What the task requires: Until the line containing "def _unquote(text: str)" has been reproduced, keep reproducing each line of the material below exactly, starting with the first.

== Segment start ==

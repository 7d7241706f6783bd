"""Reading a case file's TOML text: the file itself and where its keys sit.

tomllib gives values without positions; :class:`KeyLines` scans the text for
the lines of headers and keys so that the case loader can put file and line
in front of every message.
"""

from __future__ import annotations

import re
import tomllib
from pathlib import Path

from relaxtui.errors import CaseError

MAX_NESTING = 64  # deepest [...]/{...} nesting of a case file (tomllib recurses per level)


# ---------------------------------------------------------------------------
# Where keys sit in the TOML text (tomllib gives no positions for keys)

_BARE_OR_QUOTED = r'"(?:[^"\\]|\\.)*"|\'[^\']*\'|[A-Za-z0-9_-]+'
_KEY_RE = re.compile(rf"^({_BARE_OR_QUOTED})\s*[.=]")
_AOT_RE = re.compile(r"^\[\[\s*(.+?)\s*\]\]\s*(?:#.*)?$")
_TABLE_RE = re.compile(r"^\[\s*([^\[].*?)\s*\]\s*(?:#.*)?$")
_FIRST_RE = re.compile(rf"^\s*({_BARE_OR_QUOTED})")


def _unquote(text: str) -> str:
    if len(text) >= 2 and text[0] == text[-1] and text[0] in "\"'":
        inner = text[1:-1]
        if text[0] == '"':
            try:
                return tomllib.loads(f"k = {text}")["k"]
            except tomllib.TOMLDecodeError:
                return inner
        return inner
    return text


def _first_component(dotted: str) -> str:
    m = _FIRST_RE.match(dotted)
    return _unquote(m.group(1)) if m else dotted.strip()


class KeyLines:
    """Line numbers (1-based) of headers and key assignments in a TOML text.

    A best-effort scan of the text, good for error messages: ``top[key]``,
    ``tables[name][key]`` (``tables[name][""]`` is the header) and
    ``regions[i]`` = ``(header line, {key: line})`` for the i-th
    ``[[region]]``.
    """

    def __init__(self, text: str):
        self.top: dict[str, int] = {}
        self.tables: dict[str, dict[str, int]] = {}
        self.regions: list[tuple[int, dict[str, int]]] = []
        self.arrays: dict[str, list[tuple[int, dict[str, int]]]] = {}  # other [[name]] entries
        current = self.top
        open_quote = None
        for no, raw in enumerate(text.splitlines(), 1):
            if open_quote:
                if raw.count(open_quote) % 2 == 1:
                    open_quote = None
                continue
            s = raw.strip()
            if not s or s.startswith("#"):
                continue
            m = _AOT_RE.match(s) or _TABLE_RE.match(s)  # [[array entry]] or [table] header
            if m:
                name = m.group(1)
                first = _first_component(name)
                self.top.setdefault(first, no)
                if m.re is _AOT_RE:
                    entry: dict[str, int] = {}
                    if first == "region" and _unquote(name) == "region":
                        self.regions.append((no, entry))
                    else:
                        self.arrays.setdefault(_unquote(name), []).append((no, entry))
                    current = entry
                elif first == "region" and self.regions:
                    # a sub-table of the last region: point its key at the header
                    rest = name.split(".", 1)[1] if "." in name else name
                    self.regions[-1][1].setdefault(_first_component(rest), no)
                    current = {}
                else:
                    current = self.tables.setdefault(first, {})
                    current.setdefault("", no)
                continue
            m = _KEY_RE.match(s)
            if m:
                current.setdefault(_unquote(m.group(1)), no)
                rest = s[m.end() :]
                for q in ('"""', "'''"):
                    if rest.count(q) % 2 == 1:
                        open_quote = q
                        break

    def top_line(self, key: str) -> int | None:
        return self.top.get(key)

    def table_line(self, table: str, key: str | None = None) -> int | None:
        lines = self.tables.get(table, {})
        if key is not None and key in lines:
            return lines[key]
        return lines.get("", self.top.get(table))

    def entry_line(self, array: str, i: int, key: str | None = None) -> int | None:
        """Line of ``key`` in the i-th ``[[array]]`` entry (its header without a key)."""
        entries = self.arrays.get(array, [])
        if i < len(entries):
            header, keys = entries[i]
            return keys.get(key, header) if key is not None else header
        return self.top.get(array)

    def region_line(self, i: int, key: str | None = None) -> int | None:
        if i < len(self.regions):
            header, keys = self.regions[i]
            if key is not None and key in keys:
                return keys[key]
            return header
        return self.top.get("region")


# ---------------------------------------------------------------------------
# Messages

def _where(label: str, line: int | None) -> str:
    return f"{label}:{line}" if line else label


def _fail(label: str, line: int | None, message: str) -> CaseError:
    return CaseError(f"{_where(label, line)}: {message}")


def _nesting_line(text: str) -> int | None:
    """The line where brackets first nest deeper than MAX_NESTING (strings skipped roughly), or None."""
    depth, line, quote = 0, 1, None
    for ch in text:
        if ch == "\n":
            line += 1
        if quote:
            if ch == quote:
                quote = None
            continue
        if ch in "\"'":
            quote = ch
        elif ch in "[{":
            depth += 1
            if depth > MAX_NESTING:
                return line
        elif ch in "]}":
            depth = max(0, depth - 1)
    return None


# ---------------------------------------------------------------------------
# The TOML file

def _read_toml(path: Path, label: str) -> tuple[dict, str]:
    from relaxtui.case.picture import read_file

    data = read_file(path, label, "case file", "case file")
    if data.startswith(b"\xef\xbb\xbf"):  # a UTF-8 byte-order mark some editors write
        data = data[3:]
    try:
        text = data.decode("utf-8")
    except UnicodeDecodeError as exc:
        line = data[: exc.start].count(b"\n") + 1
        raise _fail(label, line, "not valid TOML: the file is not UTF-8 text") from None
    deep = _nesting_line(text)
    if deep is not None:
        raise _fail(label, deep, f"not valid for a case file: arrays or tables nested more than {MAX_NESTING} deep")
    try:
        doc = tomllib.loads(text)
    except RecursionError:
        raise _fail(label, None, "not valid for a case file: nested too deep") from None
    except tomllib.TOMLDecodeError as exc:
        msg = str(exc)
        m = re.search(r"\(at line (\d+), column (\d+)\)\s*$", msg)
        if m:
            reason = msg[: m.start()].strip()
            raise _fail(label, int(m.group(1)), f"not valid TOML: {reason} (column {m.group(2)})") from None
        m = re.search(r"\(at end of document\)\s*$", msg)
        if m:
            reason = msg[: m.start()].strip()
            raise _fail(label, text.count("\n") + 1, f"not valid TOML: {reason} (at the end of the file)") from None
        raise _fail(label, None, f"not valid TOML: {msg}") from None
    return doc, text
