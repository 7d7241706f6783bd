"""Multigrid, Galerkin products: the coarse operator P^T A P of level 0 or of a coarse level.

Each row block walks its coarse rows in order and keeps the fine rows it
needs (interpolation rows and stencil rows) in ring buffers, so every fine
row is processed once per block. A coarse cell whose 5 x 5 fine
neighbourhood is one bulk class (or one bulk tag on a coarse level) takes a
precomputed stencil instead (same numbers: it was computed by this kernel on a
small grid of that class).
"""

import numpy as np
from numba import prange
from relaxtui.kernels._jit import kernel
from relaxtui.kernels.blocks import span
from relaxtui.kernels.mg_level0 import WEIGHT_DTYPE, weights_row0


@kernel(inline=True)
def stencil9(A, pi, pj, s):
    """s[3 (di + 1) + (dj + 1)] = coupling of padded cell (pi, pj) to (pi + di, pj + dj) (5-plane storage)."""
    s[0] = A[3, pi - 1, pj - 1]
    s[1] = A[2, pi - 1, pj]
    s[2] = A[4, pi - 1, pj + 1]
    s[3] = A[1, pi, pj - 1]
    s[4] = A[0, pi, pj]
    s[5] = A[1, pi, pj]
    s[6] = A[4, pi, pj]
    s[7] = A[2, pi, pj]
    s[8] = A[3, pi, pj]


@kernel(inline=True)
def _cleared(buf, i, rows):
    """Zero a (cols + 2, k) row buffer; True if fine row i lies in the grid (then it is to be filled)."""
    for j in range(buf.shape[0]):
        for k in range(buf.shape[1]):
            buf[j, k] = 0.0
    return 0 <= i < rows


@kernel(inline=True)
def _p_of_cell(w_block, i, j, live_c, out):
    """Interpolation row of fine cell (i, j) (unpadded) toward the 2 x 2 coarse cells from (i // 2, j // 2).

    ``w_block`` holds the 8 weights of block (i // 2, j // 2); ``live_c`` is
    1 if (i, j) is an unknown C cell. out[2a + b] is the weight toward
    (i // 2 + a, j // 2 + b).
    """
    ri = i & 1
    rj = j & 1
    out[0] = out[1] = out[2] = out[3] = 0.0
    if ri == 0 and rj == 0:
        out[0] = 1.0 if live_c else 0.0
    elif ri == 0:
        out[0] = w_block[0]
        out[1] = w_block[1]
    elif rj == 0:
        out[0] = w_block[2]
        out[2] = w_block[3]
    else:
        for k in range(4):
            out[k] = w_block[4 + k]


@kernel(inline=True)
def _prow(w, live, i, rows, prow, wb, cell):
    """prow[j + 1, :] = interpolation row of cell (i, j); w (8, Cc + 2) the planar weights of block
    row i // 2 (block J at [:, J + 1]), ``live`` the row's padded unknown flags (> 0)."""
    if not _cleared(prow, i, rows):
        return
    for j in range(prow.shape[0] - 2):
        for k in range(8):
            wb[k] = w[k, (j >> 1) + 1]
        _p_of_cell(wb, i, j, live[j + 1] > 0, cell)
        for k in range(4):
            prow[j + 1, k] = cell[k]


@kernel(inline=True)
def _arow0(cls, table, diag, i, arow):
    """arow[j + 1, k] = A((i, j), (i, j) + OFF[k]) of level 0 (OFF: 3 x 3 offsets, row-major)."""
    if not _cleared(arow, i, cls.shape[0] - 2):
        return
    for j in range(cls.shape[1] - 2):
        c = cls[i + 1, j + 1]
        if c == 0:
            continue
        d = diag[c]
        arow[j + 1, 1] = -table[c, 0] * d
        arow[j + 1, 7] = -table[c, 1] * d
        arow[j + 1, 3] = -table[c, 2] * d
        arow[j + 1, 5] = -table[c, 3] * d
        arow[j + 1, 4] = d


@kernel(inline=True)
def _arow9(A, i, arow):
    """arow[j + 1, k] = A((i, j), (i, j) + OFF[k]) of a coarse level (symmetric 5-plane storage)."""
    if not _cleared(arow, i, A.shape[1] - 2):
        return
    for j in range(A.shape[2] - 2):
        if A[0, i + 1, j + 1] > 0.0:
            stencil9(A, i + 1, j + 1, arow[j + 1])


@kernel(inline=True)
def _galerkin_row(prows, arows, I, cols_f, acc, Ac, five, skip):
    """Coarse row I of P^T A P into Ac (the 5 stored planes).

    Ring buffers: fine row r's interpolation rows are in ``prows[(r + 2) % 5]``
    (rows 2I - 2 .. 2I + 2 needed), its stencil in ``arows[(r + 1) % 3]``
    (rows 2I - 1 .. 2I + 1). ``acc`` is a (4, 4) scratch array: the
    contribution to coarse cell (I + di, J + dj) goes to acc[di + 1, dj + 1].
    With ``five`` the fine stencil is known to be 5-point (level 0). Cells
    with ``skip[J + 1]`` nonzero are left alone (filled from a bulk table).
    """
    cc = Ac.shape[2] - 2
    pslot = np.empty(5, dtype=np.int64)
    for m in range(5):
        pslot[m] = (2 * I + m) % 5  # fine row 2I - 2 + m
    for J in range(cc):
        if skip[J + 1] != 0:
            continue
        for x in range(4):
            for y in range(4):
                acc[x, y] = 0.0
        for dpi in range(3):  # fine row 2I - 1 + dpi
            arow = arows[(2 * I + dpi) % 3]
            prow_p = prows[pslot[dpi + 1]]
            a = 1 if dpi == 0 else 0
            for dpj in range(3):
                p_j = 2 * J - 1 + dpj
                if p_j < 0 or p_j >= cols_f:
                    continue
                w = prow_p[p_j + 1, 2 * a + (1 if dpj == 0 else 0)]
                if w == 0.0:
                    continue
                ap = arow[p_j + 1]
                for k in range(9):
                    if five and (k & 1) == 0 and k != 4:
                        continue
                    apq = ap[k]
                    if apq == 0.0:
                        continue
                    ki = k // 3
                    kj = k - 3 * ki
                    q_j = p_j + kj - 1
                    prq = prows[pslot[dpi + ki], q_j + 1]
                    wa = w * apq
                    di = ((2 * I - 2 + dpi + ki) >> 1) - I + 1
                    dj = (q_j >> 1) - J + 1
                    acc[di, dj] += wa * prq[0]
                    acc[di, dj + 1] += wa * prq[1]
                    acc[di + 1, dj] += wa * prq[2]
                    acc[di + 1, dj + 1] += wa * prq[3]
        Ac[0, I + 1, J + 1] = acc[1, 1]
        Ac[1, I + 1, J + 1] = acc[1, 2]
        Ac[2, I + 1, J + 1] = acc[2, 1]
        Ac[3, I + 1, J + 1] = acc[2, 2]
        Ac[4, I + 1, J + 1] = acc[2, 0]


@kernel(inline=True)
def _bulk_row(tags, bulk, I, Ac, tag):
    """Coarse cells of row I whose 5 x 5 fine neighbourhood carries one tag c with a known stencil
    ``bulk[c]`` (centre > 0) get it, and tag c; the others tag 0. ``tags``: the fine level's class
    codes (level 0) or bulk tags (a coarse level), padded."""
    rows = tags.shape[0] - 2
    cols = tags.shape[1] - 2
    cc = Ac.shape[2] - 2
    trow = tag[I + 1]
    for J in range(cc + 2):
        trow[J] = 0
    if 2 * I - 2 < 0 or 2 * I + 2 >= rows:
        return
    for J in range(1, cc):
        if 2 * J + 2 >= cols:
            break
        c = tags[2 * I + 1, 2 * J + 1]
        if c == 0 or not bulk[c, 0] > 0.0:
            continue
        same = True
        for x in range(2 * I - 1, 2 * I + 4):
            for y in range(2 * J - 1, 2 * J + 4):
                if tags[x, y] != c:
                    same = False
        if same:
            trow[J + 1] = c
            for k in range(5):
                Ac[k, I + 1, J + 1] = bulk[c, k]


@kernel(inline=True)
def _row_at(i, last):
    """i clamped to [0, last]: a row index that is safe to slice (its contents unread when i was outside)."""
    return min(max(i, 0), last)


@kernel(parallel=True)
def _galerkin(level0, cls, table, diag, ptab, pflag, A, P, tag_f, bulk, Ac, tag, nblk):
    """Ac (5, Rc + 2, Cc + 2), zero on entry: P^T A P of level 0 (``level0``: cls, table, diag, ptab,
    pflag) or of a coarse level (stencil A, weights P, bulk tags tag_f). ``bulk[t]`` is the next
    level's stencil of a cell whose 5 x 5 neighbourhood all carries tag t; ``tag`` (Rc + 2, Cc + 2,
    uint32) receives the next level's tags."""
    rc = Ac.shape[1] - 2
    cc = Ac.shape[2] - 2
    rows = cls.shape[0] - 2 if level0 else A.shape[1] - 2
    cols = cls.shape[1] - 2 if level0 else A.shape[2] - 2
    for b in prange(nblk):
        I0, I1 = span(b, rc, nblk)
        if I1 <= I0:
            continue
        prows = np.zeros((5, cols + 2, 4))
        arows = np.zeros((3, cols + 2, 9))
        w0 = np.zeros((8, cc + 2))
        wb = np.zeros(8)
        cell = np.zeros(4)
        acc = np.zeros((4, 4))
        block_row = -(1 << 30)
        next_p = 2 * I0 - 2
        next_a = 2 * I0 - 1
        for I in range(I0, I1):
            while next_p <= 2 * I + 2:
                slot = prows[(next_p + 2) % 5]
                if not level0:
                    _prow(P[:, (next_p >> 1) + 1], A[0, _row_at(next_p + 1, rows + 1)], next_p, rows, slot, wb, cell)
                else:
                    if (next_p >> 1) != block_row:
                        block_row = next_p >> 1
                        weights_row0(cls, table, ptab, pflag, block_row, w0, 1)
                    _prow(w0, cls[_row_at(next_p + 1, rows + 1)], next_p, rows, slot, wb, cell)
                next_p += 1
            while next_a <= 2 * I + 1:
                if level0:
                    _arow0(cls, table, diag, next_a, arows[(next_a + 1) % 3])
                else:
                    _arow9(A, next_a, arows[(next_a + 1) % 3])
                next_a += 1
            if level0:
                _bulk_row(cls, bulk, I, Ac, tag)
            else:
                _bulk_row(tag_f, bulk, I, Ac, tag)
            _galerkin_row(prows, arows, I, cols, acc, Ac, level0, tag[I + 1])


# Level-0 calls pass no coarse planes, coarse calls no class arrays. Called from Python, ``level0``
# is a run-time flag: one build serves both (per class-code dtype).
_NO_PLANES = np.zeros((9, 1, 1))
_NO_WEIGHTS = np.zeros((8, 1, 1), dtype=WEIGHT_DTYPE)  # the coarse calls' weight type: one build serves both
_NO_TAGS = np.zeros((1, 1), dtype=np.uint32)
_NO_CLASSES = np.zeros((1, 1), dtype=np.uint8)
_NO_TABLE = np.zeros((1, 5))


def galerkin0(cls, table, diag, ptab, pflag, bulk, Ac, tag, nblk):
    """Ac (5, Rc + 2, Cc + 2), zero on entry: the level-1 Galerkin operator P^T A P of level 0 (see :func:`_galerkin`)."""
    _galerkin(True, cls, table, diag, ptab, pflag, _NO_PLANES[:5], _NO_WEIGHTS, _NO_TAGS, bulk, Ac, tag, nblk)


def galerkin9(A, P, tag_f, bulk, Ac, tag, nblk):
    """Ac (5, Rc + 2, Cc + 2), zero on entry: P^T A P of a coarse level (stencil A, weights P; see :func:`_galerkin`)."""
    _galerkin(False, _NO_CLASSES, _NO_TABLE, _NO_TABLE[0], _NO_TABLE[:, :4], _NO_CLASSES[0], A, P, tag_f, bulk, Ac, tag, nblk)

== Segment end ==

Task solution:
repository 7d7241706f6783bd
"""Reading a case file's TOML text: the file itself and where its keys sit.

tomllib gives values without positions; :class:`KeyLines` scans the text for
the lines of headers and keys so that the case loader can put file and line
in front of every message.
"""

from __future__ import annotations

import re
import tomllib
from pathlib import Path

from relaxtui.errors import CaseError

MAX_NESTING = 64  # deepest [...]/{...} nesting of a case file (tomllib recurses per level)


# ---------------------------------------------------------------------------
# Where keys sit in the TOML text (tomllib gives no positions for keys)

_BARE_OR_QUOTED = r'"(?:[^"\\]|\\.)*"|\'[^\']*\'|[A-Za-z0-9_-]+'
_KEY_RE = re.compile(rf"^({_BARE_OR_QUOTED})\s*[.=]")
_AOT_RE = re.compile(r"^\[\[\s*(.+?)\s*\]\]\s*(?:#.*)?$")
_TABLE_RE = re.compile(r"^\[\s*([^\[].*?)\s*\]\s*(?:#.*)?$")
_FIRST_RE = re.compile(rf"^\s*({_BARE_OR_QUOTED})")


def _unquote(text: str) -> str:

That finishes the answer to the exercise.